Part IV - The Incident. Like so many problems that have manifested in the current day the root of the 'Ghost Girl' mystery lie in the nineteen seventies. It all started, as so many disasters in the Whoniverse do, with a bunch of university students…. That mixture of intelligence, overconfidence, unwillingness to take precautions and access to facilities can have interesting consequences.
The Newton Institution was an odd establishment. Set up, with significant UNIT, backing in 1969 to study unusual phenomena and devices, safely at arms-length from the universities (especially UCL with its Torchwood links) but connected sufficiently to them to have access to people and facilities. It was well-funded and discreet, a place where truly brilliant people could experiment with ideas that mainstream science hadn’t yet accepted. Close to, but not in, Cambridge the Institute was constructed in 'red-brick' style1 in the small town of Wootton2, a few klilometres from the University. It was a mainly research facility, though there were some students there completing doctoral or post-doctoral research projects of ‘interest’.

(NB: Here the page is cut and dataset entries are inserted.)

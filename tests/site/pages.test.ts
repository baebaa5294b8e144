import { readFileSync } from "node:fs";
import path from "node:path";
import { HtmlValidate } from "html-validate";
import { beforeAll, describe, expect, test } from "vitest";
import { buildCollection } from "../../src/dossier/buildCollection.ts";
import { readContent } from "../../src/dossier/content/readContent.ts";
import { PALETTE } from "../../src/drawing/palette.ts";
import { loadServices } from "../../src/site/loadServices.ts";
import { siteAssets } from "../../src/site/pages/siteAssets.ts";
import { sitePages } from "../../src/site/pages/sitePages.ts";

const HOSTILE = `<script>alert(1)</script>"'><img src=x onerror=alert(2)>{{ 7*7 }}\${1}`;

function file(name: string, text: string) {
  return { path: name, shownPath: `content/${name}`, text, sha256: "0".repeat(64) };
}

const FILES = [
  file("index.md", "---\ntitle: A & B <i>site</i>\n---\nText with <b>raw</b> HTML and {{ 7*7 }}.\n"),
  file(
    "series/one/index.md",
    `---\ntitle: ${JSON.stringify(HOSTILE)}\nsummary: "a <b>summary</b>"\nnotice: "<u>notice</u>"\n---\nScope.\n\n::table[comparison]\n`,
  ),
  file(
    "series/one/x-01.md",
    `---\ncode: X-01\nname: ${JSON.stringify(HOSTILE)}\nstructure: "C[C@H]1CC[C@@H](O)CC1"\nevidence:\n  - observation: ${JSON.stringify(HOSTILE)}\n    source: ${JSON.stringify(HOSTILE)}\nclaim: { configuration: cis, statement: ${JSON.stringify(HOSTILE)} }\nreview: [ { by: ${JSON.stringify(HOSTILE)}, on: 2026-11-20, as: author } ]\n---\n${HOSTILE}\n\n[link](javascript:alert(3)) and $x^2$ and :value[population.major].\n\n::figure[chair]{conformer=B}\n`,
  ),
  file("series/one/x-02.md", '---\ncode: X-02\nname: plain\nstructure: "CN1CCC(C)CC1"\n---\n'),
  file("series/one/x-03.md", '---\ncode: X-03\nname: lactone\nstructure: "O=C1CCCCO1"\n---\n'),
  file(
    "series/one/x-04.md",
    '---\ncode: X-04\nname: open\nstructure: "CC1CCC(O)CC1"\nstereoisomers: enumerate\n---\n',
  ),
  file(
    "series/one/x-05.md",
    '---\ncode: X-05\nname: placed\nstructure: "C[C@H]1CC[C@@H](O)CC1"\nevidence:\n  - observation: seen\n    source: a notebook\n---\nText\n::figure[equilibrium]\n::table[energies]\nand\n\n::derivation[equilibrium]\n\n::table[evidence]\n\n![words](https://example.org/x.png)\n',
  ),
];

let made: ReadonlyMap<string, string>;

beforeAll(async () => {
  const services = await loadServices({ mechanics: false });
  const content = readContent(FILES, [], services.register);
  const collection = buildCollection(content, services);
  expect(collection.diagnostics.filter(({ severity }) => severity === "error")).toEqual([]);
  const { pages, diagnostics } = sitePages(collection);
  expect(diagnostics.map(({ code, severity, place }) => [code, severity, place.file, place.line])).toEqual([
    ["picture-not-shown", "caution", "content/series/one/x-05.md", 18],
  ]);
  made = new Map(pages.map((page) => [page.path, page.render()]));
});

const html = () => [...made].filter(([name]) => name.endsWith(".html"));

describe("Pages", () => {
  test("exist for the site, its series and every compound, analysed or not", () => {
    for (const name of [
      "index.html",
      "series/one/index.html",
      "checks/index.html",
      "register/index.html",
      "references/index.html",
      "methods/index.html",
    ]) {
      expect(made.has(name), name).toBe(true);
    }
    for (const slug of ["x-01", "x-02", "x-03", "x-04", "x-05"])
      expect(made.has(`series/one/${slug}/index.html`)).toBe(true);
  });

  test("show hostile text as text: no element, handler or address of the author's making", () => {
    for (const [name, text] of html()) {
      expect(text, name).not.toMatch(/<script|<img|onerror=(?!alert\(2\)&gt;)|href="javascript:/i);
      expect(text, name).not.toContain("<b>raw</b>");
      expect(text, name).not.toContain(">49<");
    }
    expect(made.get("series/one/x-01/index.html")).toContain("&lt;script&gt;");
  });

  test("are valid HTML", async () => {
    const validator = new HtmlValidate({
      extends: ["html-validate:recommended"],
      rules: {
        // Formulae carry inline style and presentation attributes of the typesetting library; long titles are names.
        "no-inline-style": "off",
        "long-title": "off",
        "no-trailing-whitespace": "off",
        "svg-focusable": "off",
        "no-implicit-button-type": "off",

        "prefer-native-element": "off",
        "tel-non-breaking": "off",
      },
    });
    for (const [name, text] of html()) {
      const report = await validator.validateString(text);
      const messages = report.results.flatMap((result) =>
        result.messages.map((m) => `${m.line}:${m.column} ${m.ruleId} ${m.message}`),
      );
      expect(messages, name).toEqual([]);
    }
  });

  test("link only to pages, anchors and files that exist", () => {
    const files = new Set([...made.keys(), ...siteAssets().map(({ to }) => to)]);
    const ids = new Map(
      html().map(([name, text]) => [name, new Set([...text.matchAll(/\sid="([^"]+)"/g)].map((m) => m[1]!))]),
    );
    const broken: string[] = [];
    for (const [name, text] of html()) {
      for (const [, raw] of text.matchAll(/\s(?:href|src)="([^"]+)"/g)) {
        const address = raw!.replaceAll("&amp;", "&");
        if (address.startsWith("data:")) continue;
        const [target, anchor] = address.split("#");
        const to = target === "" ? name : path.posix.join(path.posix.dirname(name), target!);
        if (!files.has(to)) broken.push(`${name} -> ${address}`);
        else if (anchor !== undefined && !ids.get(to)?.has(anchor))
          broken.push(`${name} -> ${address} (no such anchor)`);
      }
    }
    expect(broken).toEqual([]);
  });

  test("have every id once", () => {
    for (const [name, text] of html()) {
      const ids = [...text.matchAll(/\sid="([^"]+)"/g)].map((m) => m[1]!);
      expect(
        ids.filter((id, i) => ids.indexOf(id) !== i),
        name,
      ).toEqual([]);
    }
  });

  test("number figures and tables in the order in which they stand", () => {
    const text = made.get("series/one/x-01/index.html")!;
    for (const word of ["Figure", "Table"]) {
      const numbers = [...text.matchAll(new RegExp(`caption-number">${word} (\\d+)\\.`, "g"))].map((m) =>
        Number(m[1]),
      );
      expect(numbers.length).toBeGreaterThan(1);
      expect(numbers).toEqual(numbers.map((_, i) => i + 1));
    }
  });

  test("mark where the reader stands: the page itself, or what it stands below", () => {
    const marked = (name: string) =>
      [...made.get(name)!.matchAll(/aria-current="(\w+)">([^<]+)</g)].map((m) => [m[2], m[1]]);
    expect(marked("checks/index.html")).toEqual([["Checks", "page"]]);
    expect(marked("series/one/index.html")).toEqual([["Series", "true"]]);
    expect(marked("series/one/x-01/index.html")).toEqual([["Series", "true"]]);
  });

  test("list what a dossier holds, parts placed by the prose included", () => {
    const text = made.get("series/one/x-05/index.html")!;
    const list = /<nav class="on-this-page"[\s\S]*?<\/nav>/.exec(text)![0];
    const entries = [...list.matchAll(/href="#([^"]+)">([^<]+)</g)].map((m) => m[2]);
    for (const title of ["Energies", "From contributions to populations", "Evidence"])
      expect(entries).toContain(title);
    expect(text).toContain('It stands in <a href="#x-05-table-evidence">the text above</a>.');
    expect(text.match(/id="x-05-table-energies"/g)).toHaveLength(1);
  });

  test("show the standing and the sources of a register value directly behind it", () => {
    const titles = [...made.get("register/index.html")!.matchAll(/<thead>\n(.*?)\n<\/thead>/g)].map((m) =>
      [...m[1]!.matchAll(/<th[^>]*>([^<]+)/g)].map((cell) => cell[1]!.trim()),
    );
    for (const columns of titles.filter((list) => list.includes("Sources") && list.includes("Medium")))
      expect(columns.indexOf("Medium")).toBe(columns.indexOf("Sources") + 1);
    expect(titles.flat()).toContain("Used by");
  });

  test("report a picture in prose on the checks page, with its place", () => {
    expect(made.get("checks/index.html")).toContain("content/series/one/x-05.md:");
    expect(made.get("checks/index.html")).toContain("picture-not-shown");
  });

  test("say plainly when nothing was analysed, and carry the caution everywhere", () => {
    expect(made.get("series/one/x-03/index.html")).toContain("is a lactone or carbonate ring");
    for (const [name, text] of html()) expect(text, name).toContain("Draft for qualified review");
  });

  test("take their colours from the figures' palette", () => {
    const css = readFileSync(new URL("../../templates/assets/ringfolio.css", import.meta.url), "utf8");
    const [light, dark] = [...css.matchAll(/:root \{([^}]*--paper[^}]*)\}/g)].map((m) => m[1]!);
    for (const [block, paper] of [
      [light, PALETTE.light],
      [dark, PALETTE.dark],
    ] as const) {
      for (const [ink, colour] of Object.entries(paper)) expect(block).toContain(`--${ink}: ${colour};`);
    }
  });
});

describe("Downloads", () => {
  test("hold the record as it is, and guard cells of the author's making", () => {
    const record = JSON.parse(made.get("series/one/x-01/x-01.json")!);
    expect(record.name).toBe(HOSTILE);
    expect(made.get("series/one/x-01/tables/evidence.csv")!.split("\r\n").length).toBeGreaterThan(1);
  });

  test("are drawings that stand alone", () => {
    const svg = made.get("series/one/x-02/figures/equilibrium.svg")!;
    expect(svg.startsWith('<?xml version="1.0" encoding="UTF-8"?>\n<svg')).toBe(true);
    expect(svg.match(/xmlns="http:\/\/www\.w3\.org\/2000\/svg"/g)).toHaveLength(1);
  });
});
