import { type ChildProcess, spawn } from "node:child_process";
import { existsSync, readdirSync, rmSync } from "node:fs";
import { createServer } from "node:net";
import path from "node:path";
import { afterAll, beforeAll, describe, expect, test } from "vitest";
import { REPOSITORY } from "../sourceFiles.ts";
import { newFolder, smallProject, writeCompound } from "./contentSample.ts";

/** A port that was free a moment ago. */
async function freePort(): Promise<number> {
  const server = createServer();
  await new Promise<void>((resolve) => server.listen(0, resolve));
  const address = server.address();
  await new Promise((resolve) => server.close(resolve));
  return typeof address === "object" && address !== null ? address.port : 0;
}

async function until(what: string, holds: () => Promise<boolean> | boolean): Promise<void> {
  for (const end = performance.now() + 40_000; performance.now() < end; ) {
    if (await holds()) return;
    await new Promise((resolve) => setTimeout(resolve, 100));
  }
  throw new Error(`waited in vain until ${what}`);
}

describe("ringfolio serve", { timeout: 120_000 }, () => {
  let folder = "";
  let server: ChildProcess;
  let printed = "";
  let url = "";
  let temporary = "";

  const text = async (page: string) => {
    const response = await fetch(url + page);
    return response.ok ? response.text() : `status ${response.status}`;
  };
  const shows = (page: string, words: string) =>
    until(`${page} shows ${words}`, async () => (await text(page)).includes(words));
  const page = (compound: string) => `series/teal/${compound}/index.html`;
  const compound = (file: string, name: string, structure: string) =>
    writeCompound(folder, `${file}.md`, [
      `code: ${file.toUpperCase()}`,
      `name: ${name}`,
      `structure: "${structure}"`,
    ]);

  beforeAll(async () => {
    temporary = newFolder();
    folder = smallProject();
    const command = path.join(REPOSITORY, "src/cli/ringfolio.mjs");
    server = spawn(process.execPath, [command, "serve", "--port", String(await freePort())], {
      cwd: folder,
      env: { ...process.env, TMPDIR: temporary },
    });
    for (const stream of [server.stdout, server.stderr])
      stream?.setEncoding("utf8").on("data", (part: string) => {
        printed += part;
      });
    await until("the server says where it is", () => {
      url = /Serving (http:\S+)/.exec(printed)?.[1] ?? "";
      return url !== "" || server.exitCode !== null;
    });
    // The watcher misses what happens in its first second.
    await new Promise((resolve) => setTimeout(resolve, 1500));
  }, 90_000);

  afterAll(() => {
    server.kill("SIGKILL");
  });

  test("shows the site, follows edits, tells of errors on the pages, and recovers", async () => {
    expect(await text("index.html")).toContain("Small project");
    // The reload client talks to the server; the policy of the published pages would forbid it.
    expect(await text("index.html")).toMatch(/Content-Security-Policy" content="[^"]*connect-src 'self'/);
    expect(await text(page("tl-01"))).toContain("methylcyclohexane");

    compound("tl-01", "1-methylcyclohexane", "CC1CCCCC1");
    await shows(page("tl-01"), "1-methylcyclohexane");

    compound("tl-03", "thiane", "C1CCSCC1");
    await shows(page("tl-03"), "thiane");

    compound("tl-03", "thiane", "C1CCSC");
    await shows("index.html", 'role="alert"');
    const home = await text("index.html");
    expect(home).toContain("1 error in the content");
    expect(home).toContain("content/series/teal/tl-03.md:4:");
    expect(printed).toMatch(/content\/series\/teal\/tl-03\.md:4:\d+: error\[/);
    // The page being written is still there, below the error.
    expect(await text(page("tl-03"))).toContain("tl-03.md:4:");
    expect(await text(page("tl-03"))).toContain("thiane");

    // What can be read is shown as it is now, in spite of the error elsewhere.
    compound("tl-01", "toluene, hydrogenated", "CC1CCCCC1");
    await shows(page("tl-01"), "toluene, hydrogenated");
    expect(await text(page("tl-01"))).toContain('role="alert"');

    compound("tl-03", "thiane", "C1CCSCC1");
    await until("the error is gone", async () => !(await text("index.html")).includes('role="alert"'));
    expect(await text(page("tl-03"))).not.toContain('role="alert"');

    rmSync(path.join(folder, "content/series/teal/tl-03.md"));
    await until("the page is gone", async () => (await text(page("tl-03"))).startsWith("status 404"));
    expect(await text(page("tl-02"))).toContain("cyclohexanol");
  });

  test("stops at SIGINT with exit code 0 and leaves nothing behind, nor ever a _site", async () => {
    server.kill("SIGINT");
    await until("it stops", () => server.exitCode !== null);
    expect(server.exitCode).toBe(0);
    expect(existsSync(path.join(folder, "_site"))).toBe(false);
    expect(readdirSync(temporary).filter((name) => name.startsWith("ringfolio-"))).toEqual([]);
    expect(printed).not.toMatch(/\n\s+at /);
  });
});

After that unfortunate business with the imposter imitating a visiting foreign academic in ’72, and the luckless death of the director, Charles Percival, there was a major shake-up of the establishment under the new director Dr. Humphrey Cook. Cook was a political animal and an administrator more than an actual hands-on scientist and perhaps exercised less control over the small student body than he should. But then he had other priorities; as the third director within a year he needed to stabilise matters (including his own position) and rebuild trust within the establishment. Bringing in his own team3 to replace much of the administrative structure left the Institute littered with new faces, many of them not familiar with it's practices, personnel and procedures. So supervision of the student body, such as it was, was often left to rather junior researchers, all busy with their own work; research, funding, publication and dealing with the bureaucracy.
One of those brilliant students was Chloe-Ann Wilder. A brilliant, arrogant, young woman who’d graduated with First-class honours from Oxford, completed a physics doctorate at Cambridge in two years4. She was the self-appointed leader of a group of mostly female students at the institute, the centre around which they orbited. Until she disappeared, presumed dead, in a tragic house fire in 1974 along with five others. It’s presumed that a house party led to the fire and drugs or alcohol were involved.
- A seemingly plausible explanation in 1974 where students were involved.
- There’s relatively little coverage in the press of the incident; the dead were not students at Cambridge and the incident was reflexively covered-up by the Newton Institute.
Before her death Wilder was obsessed with time; measuring it, modifying it and even travelling in it. Officially her research was into the caesium fountain atomic clock, seeking ever greater accuracy in measuring time, with the eventual goal of less than a second’s inaccuracy over the expected age of the universe5. Unofficially she was studying things that altered timeflow.
Having a clock as accurate at the HP50616 meant that she could detect effects that changed the flow of time7. In addition to the usual relativistic effects she discovered during her doctoral research that certain pieces of quartz could, if subjected to electro-magnetic fields, alter the flow of time. She called it the Wilder Effect8 and told no-one.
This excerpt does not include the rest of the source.